Items listed in a dataset:
class _Reader:
    """Walks a whitelisted syntax tree and builds the sympy expression."""

    def __init__(self, text: str, src: str, lead: int, x_name: str):
        self.text = text  # as given by the user (for messages)
        self.src = src  # the part handed to ast.parse
        self.src_bytes = src.encode("utf-8", errors="surrogatepass")
        self.lead = lead  # characters of `text` before `src`
        self.x_name = x_name
        self.x = sympy.Symbol(x_name, real=True)
        self.params: dict[str, sympy.Symbol] = {}  # insertion order = first appearance

    # -- locating ----------------------------------------------------------
    def column(self, node: ast.AST) -> int:
        """1-based column of a node in the user's text (node offsets are UTF-8 bytes)."""
        head = self.src_bytes[: node.col_offset]
        return self.lead + len(head.decode("utf-8", errors="ignore")) + 1

    def snippet(self, node: ast.AST) -> str:
        start, end = node.col_offset, getattr(node, "end_col_offset", None)
        if end is None:
            end = len(self.src_bytes)
        return self.src_bytes[start:end].decode("utf-8", errors="replace")

    def operator_column(self, node: ast.BinOp, symbol: str) -> int | None:
        """1-based column of the operator of a binary operation, if it can be found."""
        start, end = node.left.end_col_offset, node.right.col_offset
        if start is None or end is None:
            return None
        pos = self.src_bytes.find(symbol.encode(), start, end)
        if pos < 0:
            return None
        return self.lead + len(self.src_bytes[:pos].decode("utf-8", errors="ignore")) + 1

    def refuse(self, what: str, node: ast.AST, hint: str = "",
               column: int | None = None) -> FormulaError:
        snip = self.snippet(node)
        col = self.column(node) if column is None else column
        msg = f"{what}: {_shorten(snip)!r} at column {col}"
        if hint:
            msg += f"; {hint}"
        return FormulaError(msg, text=self.text, column=col, snippet=snip)

    # -- walking -----------------------------------------------------------
    def read(self, node: ast.AST, depth: int = 0):
        """Return ``(sympy expression, float value or None)`` for a node.

        The float is set when the node involves no names at all; such parts are
        worked out numerically here, so sympy never meets exact arithmetic on
        huge numbers (``9**9**9``) or complex values (``log(-1)``).
        """
        if depth > MAX_DEPTH:
            raise self.refuse(
                f"the formula is nested more than {MAX_DEPTH} levels deep", node
            )
        if isinstance(node, ast.Expression):
            return self.read(node.body, depth)
        if isinstance(node, ast.Constant):
            return self.constant(node)
        if isinstance(node, ast.Name):
            return self.name(node)
        if isinstance(node, ast.UnaryOp):
            return self.unary(node, depth)
        if isinstance(node, ast.BinOp):
            return self.binop(node, depth)
        if isinstance(node, ast.Call):
            return self.call(node, depth)
        kind = _REFUSED_KINDS.get(type(node), f"this kind of expression ({type(node).__name__})")
        raise self.refuse(f"{kind} is not allowed in a formula", node)

    def number(self, value: float, node: ast.AST):
        """A folded constant as a sympy number (integers stay exact when small)."""
        value = float(value)
        if not math.isfinite(value):
            raise self.refuse(
                "this part has no finite real value "
                "(for example log(0), 1/0, sqrt(-1) or a number too large)",
                node,
            )
        if value == int(value) and abs(value) <= 2**53:
            return sympy.Integer(int(value)), value
        return sympy.Float(value), value

    def constant(self, node: ast.Constant):
        v = node.value
        if isinstance(v, bool) or v is None or v is Ellipsis:
            raise self.refuse("only numbers are allowed as constants", node)
        if isinstance(v, (str, bytes)):
            raise self.refuse("text (strings) is not allowed in a formula", node)
        if isinstance(v, complex):
            raise self.refuse("complex numbers are not allowed", node)
        if isinstance(v, int):
            try:
                v = float(v)
            except OverflowError:
                v = math.inf
        if not isinstance(v, float):
            raise self.refuse("only numbers are allowed as constants", node)
        return self.number(v, node)

    def name(self, node: ast.Name):
        ident = node.id
        if ident.startswith("_"):
            raise self.refuse("names starting with '_' are not allowed", node)
        if ident in _FUNCTIONS:
            raise self.refuse(
                f"'{ident}' is a function and needs an argument in parentheses", node,
                hint=f"write {ident}(...)",
            )
        if ident in CONSTANTS:
            return self.number(CONSTANTS[ident], node)
        if ident == self.x_name:
            return self.x, None
        sym = self.params.get(ident)
        if sym is None:
            sym = self.params[ident] = sympy.Symbol(ident, real=True)
        return sym, None

    def unary(self, node: ast.UnaryOp, depth: int):
        if isinstance(node.op, ast.USub):
            expr, val = self.read(node.operand, depth + 1)
            if val is not None:
                return self.number(-val, node)
            return -expr, None
        if isinstance(node.op, ast.UAdd):
            return self.read(node.operand, depth + 1)
        word = {ast.Not: "'not'", ast.Invert: "'~'"}.get(type(node.op), "this operator")
        raise self.refuse(f"{word} is not allowed in a formula", node)

    def binop(self, node: ast.BinOp, depth: int):
        op = type(node.op)
        if op is ast.BitXor:
            raise self.refuse("'^' is not allowed", node, hint="use '**' for powers, e.g. x**2",
                              column=self.operator_column(node, "^"))
        if op not in _BINOPS:
            sym = _REFUSED_BINOPS.get(op, "this operator")
            raise self.refuse(f"the operator '{sym}' is not allowed", node,
                              hint="allowed operators are + - * / **",
                              column=self.operator_column(node, sym))
        left, lv = self.read(node.left, depth + 1)
        right, rv = self.read(node.right, depth + 1)
        if lv is not None and rv is not None:
            with np.errstate(all="ignore"):
                a, b = np.float64(lv), np.float64(rv)
                value = {ast.Add: np.add, ast.Sub: np.subtract, ast.Mult: np.multiply,
                         ast.Div: np.divide, ast.Pow: np.power}[op](a, b)
            return self.number(value, node)
        if op is ast.Add:
            return left + right, None
        if op is ast.Sub:
            return left - right, None
        if op is ast.Mult:
            return left * right, None
        if op is ast.Div:
            return left / right, None
        if rv is not None and abs(rv) > _EXACT_EXPONENT:
            # sympy would work out c**n exactly for (c*x)**n: keep huge n inexact
            right = sympy.Float(rv)
        return sympy.Pow(left, right), None

    def call(self, node: ast.Call, depth: int):
        func = node.func
        if not isinstance(func, ast.Name):
            # attribute access, calls of calls, ... : let the walker name the part
            self.read(func, depth + 1)
            raise self.refuse("only the listed functions can be called", node)
        fname = func.id
        if fname not in _FUNCTIONS:
            hint = f"allowed functions are {', '.join(FUNCTIONS)}"
            if fname in _FUNCTION_HINTS:
                hint = f"use {_FUNCTION_HINTS[fname]} instead"
            elif fname.startswith("_"):
                raise self.refuse("names starting with '_' are not allowed", func)
            raise self.refuse(f"calling '{fname}' is not allowed", node, hint=hint)
        if node.keywords:
            raise self.refuse(f"keyword arguments are not allowed in {fname}()", node)
        for arg in node.args:
            if isinstance(arg, ast.Starred):
                raise self.refuse("unpacking with * is not allowed", arg)
        if len(node.args) != 1:
            raise self.refuse(
                f"{fname}() takes exactly one argument, got {len(node.args)}", node
            )
        arg, val = self.read(node.args[0], depth + 1)
        build, numeric = _FUNCTIONS[fname]
        if val is not None:
            with np.errstate(all="ignore"):
                return self.number(numeric(np.float64(val)), node)
        return build(arg), None


def _syntax_error(text: str, src: str, lead: int, err: SyntaxError) -> FormulaError:
    """A FormulaError for a syntax error, with column and a hint where we have one."""
    offset = err.offset if isinstance(err.offset, int) and err.offset >= 1 else None
    if offset is None or offset > len(src) + 1:
        offset = len(src.rstrip()) + 1  # Python gives no place: point at the end
    column = lead + offset
    reason = (err.msg or "invalid syntax").split(" (")[0]
    # characters pasted from typeset text
    m = re.search(r"invalid character '(.)'", reason)
    hint = ""
    if m and m.group(1) in _CHAR_HINTS:
        hint = f"; type {_CHAR_HINTS[m.group(1)]} instead of '{m.group(1)}'"
    # a lone '=' anywhere but a leading "y ="
    lone_eq = [i for i, ch in enumerate(src)
               if ch == "=" and src[i - 1: i] not in ("=", "<", ">", "!", ":")
               and src[i + 1: i + 2] != "="]
    if lone_eq and not m:
        column = lead + lone_eq[0] + 1
        reason = "'=' is only allowed as a leading 'y ='"
        hint = ""
    elif "Maybe you meant" in reason or "==" in reason:
        reason = "invalid syntax"
    snippet = text[column - 1: column + 9] if column - 1 < len(text) else ""
    where = f" at column {column}"
    shown = f" near {_shorten(snippet)!r}" if snippet.strip() else " at the end"
    return FormulaError(f"syntax error{where}{shown}: {reason}{hint}",
                        text=text, column=column, snippet=snippet)


def _check_x_name(x_name) -> str:
    if (not isinstance(x_name, str) or not x_name.isidentifier() or x_name.startswith("_")
            or x_name in _FUNCTIONS or x_name in CONSTANTS):
        raise FormulaError(
            f"the variable name {x_name!r} cannot be used: it must be a plain name that is "
            "not a function or constant and does not start with '_'"
        )
    return x_name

**TASK DETAILS**
Your answer must be the lines above, unchanged, from the first one through the line that holds "def operator_column(self, node: ast.BinOp, symbol: str)", inclusive, and no others.

**RESULT OF THE TASK**
class _Reader:
    """Walks a whitelisted syntax tree and builds the sympy expression."""

    def __init__(self, text: str, src: str, lead: int, x_name: str):
        self.text = text  # as given by the user (for messages)
        self.src = src  # the part handed to ast.parse
        self.src_bytes = src.encode("utf-8", errors="surrogatepass")
        self.lead = lead  # characters of `text` before `src`
        self.x_name = x_name
        self.x = sympy.Symbol(x_name, real=True)
        self.params: dict[str, sympy.Symbol] = {}  # insertion order = first appearance

    # -- locating ----------------------------------------------------------
    def column(self, node: ast.AST) -> int:
        """1-based column of a node in the user's text (node offsets are UTF-8 bytes)."""
        head = self.src_bytes[: node.col_offset]
        return self.lead + len(head.decode("utf-8", errors="ignore")) + 1

    def snippet(self, node: ast.AST) -> str:
        start, end = node.col_offset, getattr(node, "end_col_offset", None)
        if end is None:
            end = len(self.src_bytes)
        return self.src_bytes[start:end].decode("utf-8", errors="replace")

    def operator_column(self, node: ast.BinOp, symbol: str) -> int | None:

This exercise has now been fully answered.